Mr. Carver? Hey, that's me!  I am also the author of the article you are speaking of in Grappling Magazine.

First, both the article and the post that Mr. Denz is referring to is both correct. The part of my post he is referring to is:


> Also, JJIF Ju-Jitsu is NOT being considered for a spot in the Olympics. Rather, is it ALREADY a World Games Sport. Since the World Games is now under the patronage of the International Olympic Committee, it is already in the "Olympic Family". However, with the elimination of several sports from the Olympics pending, we will probably not be seeing Ju-Jitsu as an Olympic sport anytime soon.



What you read above is a short snapshop of the information presented in the article in Grappling Magazine. It is just explained in more detail in the article with regard to the relationship between the International World Games Association (WGA), International World Games Association (IWGA), the International Olympic Committee (IOC), and the General Association of International Sports Federations.  So technically, with the World Games now under the patronage of the IOC and the "third leg" of the Olympic movement, it already is in the Olympics.

If you would like to read the article online, go to http://www.usjujitsu.net/news/article.html 

Last, I personally prefer the _Jujutsu_ spelling over _JuJitsu_, mainly because it is more correct. _Jitsu_ is one of the early romanizations of the kanji, whereas _Jutsu_ is the newer, and since Romanji changes, it is more technically correct.
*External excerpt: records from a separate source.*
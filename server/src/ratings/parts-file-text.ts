/**
 * A parts file from its text: a leading byte-order mark is accepted and skipped, an empty file,
 * a JSON syntax error or a version other than the supported one makes the whole file unusable,
 * and every problem carries the span of the text it is about, so it can be shown on the file.
 */
import type { Span } from '../../../grammar/src/index';
import { scanJson, spanAt } from './json-spans';
import { PARTS_FILE_VERSION, type PartsFile } from './parts-file-format';
import { validatePartsFile, type PartsFileProblem } from './parts-file-validate';

export interface LocatedPartsFileProblem extends PartsFileProblem {
  /** Offsets in the text as given (a byte-order mark included). */
  span: Span;
}

export interface PartsFileReading {
  /** The usable part of the file; absent when nothing in it can be trusted. */
  file?: PartsFile;
  problems: LocatedPartsFileProblem[];
}

const BOM = '\uFEFF';
const UNUSED = 'none of its ratings are used';

/** Reads a parts file's text into entries and located problems. */
export function readPartsFileText(text: string, uri: string): PartsFileReading {
  const shift = text.startsWith(BOM) ? BOM.length : 0;
  const body = text.slice(shift);
  const at = (span: Span): Span => ({ start: span.start + shift, end: span.end + shift });
  if (body.trim() === '') return unusable({ start: 0, end: text.length }, `the parts file is empty; ${UNUSED}`);
  const scan = scanJson(body);
  if (scan.error) {
    const { offset, message } = scan.error;
    return unusable(at({ start: offset, end: Math.min(offset + 1, body.length) }), `the parts file is not valid JSON: ${message}; ${UNUSED}`);
  }
  let data: unknown;
  try {
    data = JSON.parse(body);
  } catch (error) {
    // The scanner accepted it, so this does not happen; if it ever does, it is still a finding.
    return unusable({ start: 0, end: 0 }, `the parts file is not valid JSON (${error instanceof Error ? error.message : String(error)}); ${UNUSED}`);
  }
  const { file, problems } = validatePartsFile(data, uri);
  const located = problems.map((p) => ({ ...p, span: at(spanAt(scan, p.pointer)) }));
  // The document's shape, its version or its list of parts: nothing in the file can be read as meant.
  const fatal = problems.find((p) => p.severity === 'error' && ['', '/version', '/parts'].includes(p.pointer));
  if (fatal) {
    const version = (data as { version?: unknown } | null)?.version;
    const supported = `this Rectilens reads version ${PARTS_FILE_VERSION}`;
    const why = fatal.pointer !== '/version' ? fatal.message
      : version === undefined ? `the parts file states no "version" (${supported})`
      : `version ${JSON.stringify(version)} is not supported (${supported})`;
    return { problems: located.map((p) => (p === located[problems.indexOf(fatal)] ? { ...p, message: `${why}; ${UNUSED}` } : p)) };
  }
  return { file, problems: located.map((p) => (p.severity === 'error' ? { ...p, message: `${p.message}; left out of the ratings` } : p)) };
}

function unusable(span: Span, message: string): PartsFileReading {
  return { problems: [{ pointer: '', severity: 'error', span, message }] };
}
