/**
 * Choosing a replacement diode for the part-swap fix: the lowest-rated catalog or parts-file part
 * that meets a requirement, never a silicon Schottky for a mains-class reverse voltage.
 */
import { displayNumber } from '../../../grammar/src/index';
import { DEFAULT_DERATING, type DeratingPolicy, type PolicyEntry } from './derating-policy';
import { DEFAULT_IFSM_DURATION_S } from './rating-origin';
import type { DiodePart, DiodeTechnology } from './rating-records';
import { halfSineSurge, leastPassingRatings, stressVerdicts, surgeCapability, type StressInputs, type StressKind } from './stress-checks';

/**
 * Silicon Schottky rectifiers are not made for mains-class reverse voltages; 200 V is taken as
 * the top of their class (common practice). Silicon-carbide Schottky parts are not limited here.
 */
export const SCHOTTKY_MAX_VRRM_V = 200;

/** A current pulse: its peak, its length and its I²t (a half-sine's, Ip²·t/2, when absent). */
export interface SurgePulse {
  peakA: number;
  durationS: number;
  i2tA2s?: number;
}

/** What a diode must be rated for. All limits are minimum ratings, after derating. */
export interface DiodeRequirement {
  minVrrmV?: number;
  minIfavA?: number;
  /** The pulse the IFSM rating must cover, by its peak and by its I²t. */
  surge?: SurgePulse;
  minTjmaxC?: number;
  /** Allowed constructions; absent means any. Pass the current part's to keep the designer's choice. */
  technologies?: readonly DiodeTechnology[];
}

/** Worst-case stresses of one diode, as the solver reports them. */
export interface DiodeStress {
  pivV: number;
  iavgA?: number;
  /** Inrush through the device (first half-cycle at switch-on). */
  surge?: SurgePulse;
}

/**
 * Turns stresses into minimum ratings under a policy: VRRM ≥ PIV / vr, IF(AV) ≥ Iavg / if,
 * IFSM ≥ surge peak / ifsm (DESIGN.md §6) — the stress checks inverted (stress-checks.ts).
 */
export function diodeRequirementFromStress(stress: DiodeStress, policy: DeratingPolicy): DiodeRequirement {
  const least = leastPassingRatings(stressInputs(stress.pivV, stress.iavgA, stress.surge), policy);
  const requirement: DiodeRequirement = { minVrrmV: least.vrrmV! };
  if (least.ifavA !== undefined) requirement.minIfavA = least.ifavA;
  if (least.surge) requirement.surge = least.surge;
  return requirement;
}

/** Every fraction at 100 %: a requirement's minimums are already derated, so it is held to the rating itself. */
const AT_RATING: DeratingPolicy = (() => {
  const full: PolicyEntry<number> = { value: 1, origin: { kind: 'default', source: 'the minimum ratings of a requirement', basis: 'confirmed' } };
  return { ...DEFAULT_DERATING, vr: full, if: full, ifsm: full, cap: full, ripple: full, vds: full, id: full };
})();

/** The requirement's rating checks, by stress, with the words of a failure. */
const CHECKED: readonly { stress: StressKind; label: string; unit: string }[] = [
  { stress: 'reverse-voltage', label: 'VRRM', unit: 'V' },
  { stress: 'average-current', label: 'IF(AV)', unit: 'A' },
  { stress: 'surge', label: 'IFSM (peak and I²t)', unit: 'A' },
];

/**
 * Why a part fails a requirement, one phrase per reason; empty when it passes. A rating the
 * requirement needs but the part does not state is a failure: a fix must not guess. The ratings
 * are judged by the stress checks with the minimums as figures, at 100 % of the rating.
 */
export function checkDiodeRequirement(part: DiodePart, requirement: DiodeRequirement): string[] {
  const r = part.ratings;
  const reasons: string[] = [];
  const technology = r.technology?.value;
  if (requirement.technologies && (technology === undefined || !requirement.technologies.includes(technology))) {
    reasons.push(`technology ${technology ?? 'unknown'} is not among ${requirement.technologies.join(', ')}`);
  }
  if (technology === 'schottky' && (requirement.minVrrmV ?? 0) > SCHOTTKY_MAX_VRRM_V) {
    reasons.push(`a silicon Schottky is not offered above ${SCHOTTKY_MAX_VRRM_V} V reverse (common practice)`);
  }
  const verdicts = stressVerdicts(stressInputs(requirement.minVrrmV, requirement.minIfavA, requirement.surge), r, AT_RATING);
  const failure = (check: (typeof CHECKED)[number]): string | undefined => {
    const v = verdicts.find((x) => x.stress === check.stress);
    if (!v || v.status === 'pass') return undefined;
    if (v.rating === undefined) return `no ${check.label} rating`;
    return `${check.label} ${displayNumber(v.rating)} ${check.unit} < ${displayNumber(v.figure)} ${check.unit}`;
  };
  const [vrrm, ifav, surge] = CHECKED.map(failure);
  const tjmax = requirement.minTjmaxC === undefined ? undefined
    : r.tjmaxC === undefined ? 'no Tjmax rating'
    : r.tjmaxC.value < requirement.minTjmaxC ? `Tjmax ${displayNumber(r.tjmaxC.value)} °C < ${displayNumber(requirement.minTjmaxC)} °C` : undefined;
  for (const reason of [vrrm, ifav, tjmax, surge]) if (reason) reasons.push(reason);
  return reasons;
}

/**
 * The lowest-rated part that meets the requirement: the smallest current class first (the
 * smaller, cheaper part), then the lowest VRRM, then the lowest surge rating. When every passing
 * part states a cost, the cheapest wins instead. Undefined when none passes.
 */
export function selectPassingPart(requirement: DiodeRequirement, candidates: readonly DiodePart[]): DiodePart | undefined {
  const passing = candidates.filter((part) => checkDiodeRequirement(part, requirement).length === 0);
  const byCost = passing.length > 0 && passing.every((p) => p.ratings.cost !== undefined);
  const surgeS = requirement.surge?.durationS ?? DEFAULT_IFSM_DURATION_S;
  const keys = (p: DiodePart): number[] => [
    ...(byCost ? [p.ratings.cost!.value] : []),
    p.ratings.ifavA?.value ?? Infinity,
    p.ratings.vrrmV?.value ?? Infinity,
    surgeCapabilityA(p, surgeS) ?? Infinity,
  ];
  const sorted = [...passing].sort((a, b) => compareKeys(keys(a), keys(b)) || a.name.localeCompare(b.name));
  return sorted[0];
}

/** The part's IFSM converted to a pulse length at equal I²t, or undefined without an IFSM. */
export function surgeCapabilityA(part: DiodePart, pulseS: number): number | undefined {
  return surgeCapability(part.ratings, pulseS)?.equivalentA;
}

/** Stresses given as plain numbers, in the shape the stress checks read. */
function stressInputs(pivV: number | undefined, iavgA: number | undefined, surge: SurgePulse | undefined): StressInputs {
  const worst: NonNullable<StressInputs['worst']> = {};
  if (pivV !== undefined) worst.pivV = { value: pivV };
  if (iavgA !== undefined) worst.iavgA = { value: iavgA };
  return surge ? { worst, surge: halfSineSurge(surge.peakA, surge.durationS, surge.i2tA2s) } : { worst };
}

function compareKeys(a: readonly number[], b: readonly number[]): number {
  for (let k = 0; k < a.length; k++) if (a[k] !== b[k]) return a[k] < b[k] ? -1 : 1;
  return 0;
}
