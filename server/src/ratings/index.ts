/**
 * Ratings: rating records with their origins, their resolution from directives, parts files,
 * the built-in catalog and `.model BV`; the derating policy; preferred values; voltage bands; and
 * the choice of a replacement part. Pure functions of plain data.
 */
export * from './rating-records';
export * from './rating-origin';
export * from './rating-fields';
export * from './forward-model';
export * from './diode-catalog';
export * from './capacitor-classes';
export * from './e-series';
export * from './model-input';
export * from './parts-file-format';
export * from './parts-file-validate';
export * from './parts-file-ratings';
export * from './parts-file-text';
export * from './resolve-ratings';
export * from './derating-policy';
export * from './settings';
export * from './validate-settings';
export * from './surge-rating';
export * from './stress-checks';
export * from './select-part';
export * from './voltage-safety';
export * from './inrush-limiter';
export * from './resistor-tolerance';
export * from './capacitor-life';
export * from './project-config';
However, in answer to why the USJJF uses _Ju-Jitsu_ instead of the more correct modern romanization is very simple. We decided to use it in order to be more in step with our international organization, the Ju-Jitsu International Federation (JJIF). The reason they use _jitsu_ is simply because at the time of their founding (over 40 years ago), _Ju-Jitsu_ was the term being used.


----------



## Kempojujutsu (Sep 29, 2002)

> _Originally posted by Robert Carver _
> 
> *Last, I personally prefer the Jujutsu spelling over JuJitsu, mainly because it is more correct. Jitsu is one of the early romanizations of the kanji, whereas Jutsu is the newer, and since Romanji changes, it is more technically correct. However, in answer to why the USJJF uses Ju-Jitsu instead of the more correct modern romanization is very simple. ]
> I thought that Jujutsu was the correct way or old way of spelling it, and jujitsu, and jiujutsu are more modern. It seems alot of the japanese arts spell it jujutsu while alot of the schools from Europe and America spell it jujitsu.
> Bob:asian:*


----------



## Robert Carver (Sep 29, 2002)

Kempojujutsu:

Technically, the only "correct" way to write "jujutsu" is:





However, romanization standards change, just as use of the English language changes with time. "Jujitsu" and "Jiu Jitsu" are both early romanizations of the above kanji. As standards have changed, so has the interpretation as to what is, and is not correct. Thus, we now have Jujutsu as the "correct" romanization. 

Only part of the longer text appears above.